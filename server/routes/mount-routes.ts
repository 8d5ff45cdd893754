import { Router, type Request, type RequestHandler, type Response } from 'express';
import type { ZodType } from 'zod';
import type { App } from '../app-context.ts';
import { InvalidInput, NotAllowed, NotFound, NotSignedIn } from '../errors.ts';
import { decide } from '../policies/policy-table.ts';
import type { Viewer } from '../policies/viewer.ts';
import { findRoles } from '../services/memberships.ts';
import type { Route, Target } from './route.ts';

function check(schema: ZodType | undefined, value: unknown, what: string): unknown {
  if (!schema) return undefined;
  const result = schema.safeParse(value);
  if (result.success) return result.data;
  const errors = result.error.issues.map((issue) => ({ path: issue.path.join('.'), message: issue.message }));
  throw new InvalidInput(`The ${what} cannot be used.`, {
    errors,
    found: errors.map(({ path, message }) => (path ? `${path}: ${message}` : message)).join(' '),
    advice: 'Correct what is named and send again.',
  });
}

/** Params that are no identifier point to nothing, so they are missing, not malformed. */
function checkParams(route: Route, req: Request): unknown {
  if (!route.params) return undefined;
  const result = route.params.safeParse(req.params);
  if (!result.success) throw new NotFound();
  return result.data;
}

function viewerOf(req: Request): Viewer | null {
  const user = req.user;
  return user ? { userId: user.id, name: user.name, email: user.email, siteAdmin: user.siteAdmin, roles: [] } : null;
}

async function authorise(
  app: App,
  route: Route,
  params: unknown,
  viewer: Viewer | null,
): Promise<{ viewer: Viewer | null; target: Target }> {
  const nothing: Target = { projectId: '' };
  const { access } = route;
  if (access.kind === 'public') return { viewer, target: nothing };
  if (!viewer) throw new NotSignedIn();
  if (access.kind === 'account') return { viewer, target: nothing };
  if (access.kind === 'site-admin') {
    if (!viewer.siteAdmin) throw new NotFound();
    return { viewer, target: nothing };
  }
  const target = await access.find(app, params);
  if (!target) throw new NotFound();
  const roles = await findRoles(app, target.projectId, viewer.userId);
  const decision = decide(access.action, roles, target.madeById === viewer.userId);
  if (decision === 'hide') throw new NotFound();
  if (decision === 'forbid') {
    throw new NotAllowed(undefined, {
      found: `you are ${roles.join(' and ')} here`,
      advice: 'Ask the project lead for the role you need.',
    });
  }
  return { viewer: { ...viewer, roles }, target };
}

/** Runs middleware inside a handler, so that authority is decided before an upload's first byte is stored. */
async function runBefore(before: readonly RequestHandler[], req: Request, res: Response): Promise<void> {
  for (const handler of before) {
    await new Promise<void>((resolve, reject) => {
      void handler(req, res, (error?: unknown) => (error ? reject(error as Error) : resolve()));
    });
  }
}

/** Builds the router: each route validates, loads, authorises, calls and presents, in this order. */
export function mountRoutes(app: App, routes: readonly Route[]): Router {
  const router = Router();
  const checksAnswers = app.config.nodeEnv !== 'production';
  for (const route of routes) {
    const before = route.before?.(app) ?? [];
    router[route.method](route.path, async (req: Request, res: Response) => {
      const params = checkParams(route, req);
      const { viewer, target } = await authorise(app, route, params, viewerOf(req));
      await runBefore(before, req, res);
      const query = check(route.query, req.query, 'query');
      const body = check(route.body, req.body ?? {}, 'request');
      const answer = await route.handle({ app, params, query, body, viewer: viewer as Viewer, target, req, res });
      if (res.headersSent) return;
      res.status(route.status ?? (route.answer === 'none' ? 204 : 200));
      if (route.answer === 'none') return void res.end();
      if ('mediaType' in route.answer && !('safeParse' in route.answer)) return void res.end();
      const schema = route.answer as ZodType;
      res.json(checksAnswers ? schema.parse(answer) : answer);
    });
  }
  return router;
}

● **INSTRUCTIONS FOR THE TASK**: Looking back over the records above, in how many lines does the word "that" occur? Give the number alone.

● **WRITTEN ANSWER**: 2